With the average cost of a data breach this year expected to exceed $ 150 million (according to Juniper Research), it’s no wonder the cybersecurity market is anticipated to be worth $ 281.74 billion by 2027. New York-based Cynet is ready with a protection platform that consolidates and automates monitoring, control, attack prevention, detection, and response orchestration across environments.
The five-year-old company’s Cynet 360 platform — which auto-installs on physical and virtual endpoints within a day — collects signals from the network (e.g., logged-on users, failed logins, password changes, software downloads, and executed files) and fuses them to reveal the context of each activity and enforce admin-defined protection policies.
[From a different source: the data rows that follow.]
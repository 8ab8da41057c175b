"""When a unit counts as constant (inert): its variance is zero up to the precision of the model.

References
----------
.. [1] float32 resolves relative changes of about 6e-8 (its machine epsilon
   is 2^-23); a threshold of 1e-6 of the mean leaves room for accumulated
   rounding (common practice, no source).
"""

from __future__ import annotations

import numpy as np

__all__ = ["INERT_ABSOLUTE_VAR", "INERT_RELATIVE_SD", "is_inert"]

#: A unit is inert when its sd is below this fraction of |mean| (plus a tiny floor):
#: float32 networks cannot resolve smaller relative changes.
INERT_RELATIVE_SD = 1e-6
INERT_ABSOLUTE_VAR = 1e-30


def is_inert(mean: np.ndarray, variance: np.ndarray) -> np.ndarray:
    """Units whose variance is zero up to the precision of a float32 network."""
    return variance <= (INERT_RELATIVE_SD * np.abs(mean)) ** 2 + INERT_ABSOLUTE_VAR
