"""Gradient moments: derivative-based bounds on total indices and the matrix of active directions.

An engine plug-in whose rows are the design points A themselves (one row per
point); its evaluator returns, per unit, the value and the gradient in
standardised coordinates (:mod:`audit.inputs.scales`), laid out as
``[f_1..f_k, ∂_1 f_1..∂_d f_1, ..., ∂_1 f_k..∂_d f_k]`` (k (d + 1) columns).
Per randomization the sums keep

* the mean and variance of each unit (Chan's merge of :class:`Moments`);
* ``Σ (∂_j f)²`` per unit and input: the derivative-based bound on the
  unnormalised total index of input j is its mean ([1]_);
* ``Σ ∇f ∇fᵀ``, the matrix ``C = E[∇f ∇fᵀ]`` of active directions ([2]_): one
  d × d matrix per unit with ``detail``, one summed over the group's units
  without it (a hidden layer: the directions its units span together), none when
  the estimator is built with ``directions=False`` (screening many inputs);
* the largest squared gradient length seen, ``max ‖∇f‖²`` per unit (an
  empirical Lipschitz constant, merged by ``max``).

References
----------
.. [1] "Derivative based global sensitivity measures and their link with global
   sensitivity indices", Mathematics and Computers in Simulation, 2009.
.. [2] "Active subspace methods in theory and practice: applications to kriging
   surfaces", SIAM J. Sci. Comput., 2014.

Examples
--------
>>> import numpy as np
>>> from audit.estimators.gradient import GradientEstimator
>>> est = GradientEstimator(2)
>>> sums = est.sums(est.columns(1), True)
>>> x = np.array([[1.0, 2.0], [3.0, 4.0]])
>>> sums.add(np.column_stack([x @ [1.0, 2.0], np.ones(2), 2 * np.ones(2)]), None)
>>> sums.finish(0).square[0].tolist()
[1.0, 4.0]
"""

from __future__ import annotations

from dataclasses import dataclass
from typing import Any

import numpy as np

from .base import Moments

__all__ = ["GradientEstimator", "GradientMoments", "GradientSums"]


@dataclass
class GradientMoments:
    """One randomization's gradient moments of k units in d inputs.

    Attributes
    ----------
    mean, variance : ndarray, shape (k,)
    square : ndarray, shape (k, d)
        ``E[(∂_j f)²]``: the bound on each input's unnormalised total index.
    outer : ndarray, shape (k, d, d), (1, d, d) or None
        ``E[∇f ∇fᵀ]`` per unit, summed over the units, or not kept.
    top : ndarray, shape (k,)
        ``max ‖∇f‖²`` over the points.
    """

    mean: np.ndarray
    variance: np.ndarray
    square: np.ndarray
    outer: np.ndarray | None
    top: np.ndarray


class GradientSums:
    """Mergeable gradient sums of ``k`` units in ``d`` inputs (see the module docstring).

    Parameters
    ----------
    k, d : int
    mode : {"unit", "group", "none"}
        Directions matrix per unit, one summed over the units, or none.
    """

    MODES = ("unit", "group", "none")

    def __init__(self, k: int, d: int, mode: str = "unit") -> None:
        if mode not in self.MODES:
            raise ValueError(f"unknown mode {mode!r}; valid modes: {', '.join(self.MODES)}.")
        self.k, self.d, self.mode = int(k), int(d), mode
        self.rows = 0
        self.moments = Moments(self.k)
        self.square = np.zeros((self.k, self.d))
        self.top = np.zeros(self.k)
        shape = {"unit": (self.k, self.d, self.d), "group": (1, self.d, self.d)}.get(mode)
        self.outer = None if shape is None else np.zeros(shape)

    def add(self, y: np.ndarray, context: Any = None) -> None:
        """Add rows ``y`` of shape (n, k (d + 1)): values, then each unit's gradient."""
        n = y.shape[0]
        values = y[:, : self.k]
        grad = y[:, self.k :].reshape(n, self.k, self.d)
        self.rows += n
        self.moments.add(values)
        self.square += np.einsum("nkj,nkj->kj", grad, grad)
        self.top = np.maximum(self.top, np.einsum("nkj,nkj->nk", grad, grad).max(axis=0, initial=0.0))
        if self.mode == "unit":
            self.outer += np.einsum("nki,nkj->kij", grad, grad)
        elif self.mode == "group":
            flat = grad.reshape(-1, self.d)
            self.outer[0] += flat.T @ flat

    def merge(self, other: GradientSums) -> None:
        """Add the sums of ``other`` (disjoint rows of the same randomization)."""
        if (other.k, other.d, other.mode) != (self.k, self.d, self.mode):
            raise ValueError("cannot merge sums of different shapes.")
        self.rows += other.rows
        self.moments.merge(other.moments)
        self.square += other.square
        self.top = np.maximum(self.top, other.top)
        if self.outer is not None:
            self.outer += other.outer

    def state(self) -> dict[str, np.ndarray]:
        s = {
            "meta": np.array([self.k, self.d, self.MODES.index(self.mode), self.rows, self.moments.count]),
            "mean": self.moments.mean,
            "m2": self.moments.m2,
            "square": self.square,
            "top": self.top,
        }
        if self.outer is not None:
            s["outer"] = self.outer
        return s

    @classmethod
    def from_state(cls, s: dict[str, np.ndarray]) -> GradientSums:
        k, d, mode, rows, count = (int(v) for v in s["meta"])
        out = cls(k, d, cls.MODES[mode])
        out.rows, out.moments.count = rows, count
        out.moments.mean, out.moments.m2 = np.array(s["mean"]), np.array(s["m2"])
        out.square, out.top = np.array(s["square"]), np.array(s["top"])
        if "outer" in s:
            out.outer = np.array(s["outer"])
        return out

    def finish(self, ddof: int) -> GradientMoments:
        """Means over the points of this randomization; ``ddof`` as in :meth:`Moments.variance`."""
        if self.rows == 0:
            raise ValueError("no rows have been added.")
        outer = None if self.outer is None else self.outer / self.rows
        m = self.moments
        return GradientMoments(m.mean.copy(), m.variance(ddof), self.square / self.rows, outer, self.top.copy())


class GradientEstimator:
    """Gradient moments at N points per randomization (one model row per point, plus its gradient's cost).

    Parameters
    ----------
    d : int
        Number of inputs.
    directions : bool
        Keep the matrices of active directions (d² floats per unit or layer); without
        them only the per-input bounds (screening thousands of inputs).
    """

    name = "gradient"
    label = "gradient moments (derivative-based bounds, active directions)"
    help = "E[(∂f/∂z_j)²] and E[∇f ∇fᵀ] from N gradient evaluations per randomization"
    copies = 1
    first_order = False
    replicates = 8

    def __init__(self, d: int, directions: bool = True) -> None:
        self.d = int(d)
        self.directions = bool(directions)

    def settings(self) -> dict[str, Any]:
        return {"directions": self.directions}

    def columns(self, units: int) -> int:
        """Evaluator columns of a group of ``units`` units: each value and its gradient."""
        return int(units) * (self.d + 1)

    def _units(self, columns: int) -> int:
        if columns % (self.d + 1):
            raise ValueError(f"{columns} columns do not hold values and gradients in {self.d} inputs.")
        return columns // (self.d + 1)

    def _mode(self, detail: bool) -> str:
        return "none" if not self.directions else ("unit" if detail else "group")

    def rows_per_point(self) -> int:
        return 1

    def check(self, points: int) -> None:
        return None

    def layout(self, block: Any, dtype: Any) -> tuple[np.ndarray, None]:
        """The points A themselves."""
        return block.A.astype(dtype, copy=False), None

    def sums(self, units: int, detail: bool, block: Any = None) -> GradientSums:
        """Empty sums for a group of ``units`` evaluator columns (``k (d + 1)``)."""
        return GradientSums(self._units(units), self.d, self._mode(detail))

    def restore(self, state: dict[str, np.ndarray]) -> GradientSums:
        return GradientSums.from_state(state)

    def state_size(self, units: int, detail: bool) -> int:
        k = self._units(units)
        mode = self._mode(detail)
        outer = {"unit": k * self.d * self.d, "group": self.d * self.d}.get(mode, 0)
        return k * (self.d + 3) + outer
At the same time, it enables operators to automate common tasks, like tracking file integrity; exporting management reports; and analyzing activity logs generated by users, hosts, software processes, domains, sockets, and files.
On the anti-malware side, Cynet 360 prevents the execution of malicious code by enforcing a chain of interlocking protection layers on running files and processes. Leveraging machine learning and over 30 live feeds of indicators of compromise, the platform pinpoints attributes and behaviors that indicate malicious activity might be taking place, identifying files similar to known malware. It compares anomalous or unfamiliar programs with baselines generated from logged-in hosts, login frequency, location, internal and external network communication, and other factors while searching for signs of account compromise (like first-time logins, logins outside of working hours, and logins through VPNs).
Using Cynet 360, IT teams can define access policies for each user and group. Cynet sends a verification message to those users via phone or email to cut down on false positives, but if it detects a high likelihood of account compromise, it can disable the impacted account automatically.
Cynet 360 also tries to ensure legitimate processes gain access to critical areas in memory, and it can perform remediation — either directly on an endpoint or through infrastructural components like firewalls. Meanwhile, the platform’s deception technology can plant various types of decoys and honeypots to tempt attackers. Real-time alerts are triggered by anything from login attempts with false passwords to trojan malware running on hosts, man-in-the-middle attacks, and hosts initiating suspicious traffic to external addresses.
The company also provides a number of complementary services, including managed detection and response. Customers can send suspicious files for analysis and receive guidance about which endpoints, files, users, and network traffic should be remediated. Or they can retain a Cynet 360 team member to dive into validated attack vectors to gain a better understanding of their scope and impact.
Cynet claims to have “hundreds” of customers worldwide, ranging from small businesses to large enterprises like Deutsche Telekom (who’s also a strategic backer). BlueRed Partners led the series B+ that closed this week, with participation from new investor Merlin International and existing backers Norwest Venture Partners and Ibex Investors.
Competition in the cybersecurity segment is fiercer than ever. Players include Dtex, IntSights, TrapX Security, CybelAngel, and Deep Instinct, all of which take an algorithmic approach to threat detection. That’s not to mention San Francisco-based ZecOps, which recently nabbed $ 10.2 million for tech that automates analysis and response to cyberattacks. Then there’s Trinity Cyber, whose threat-combating suite combines detection with “adversary inference,” and Huntress, which brought in $ 18 million to detect and remediate cyberthreats. Not be outdone, Lacework protects cloud environments from data breaches.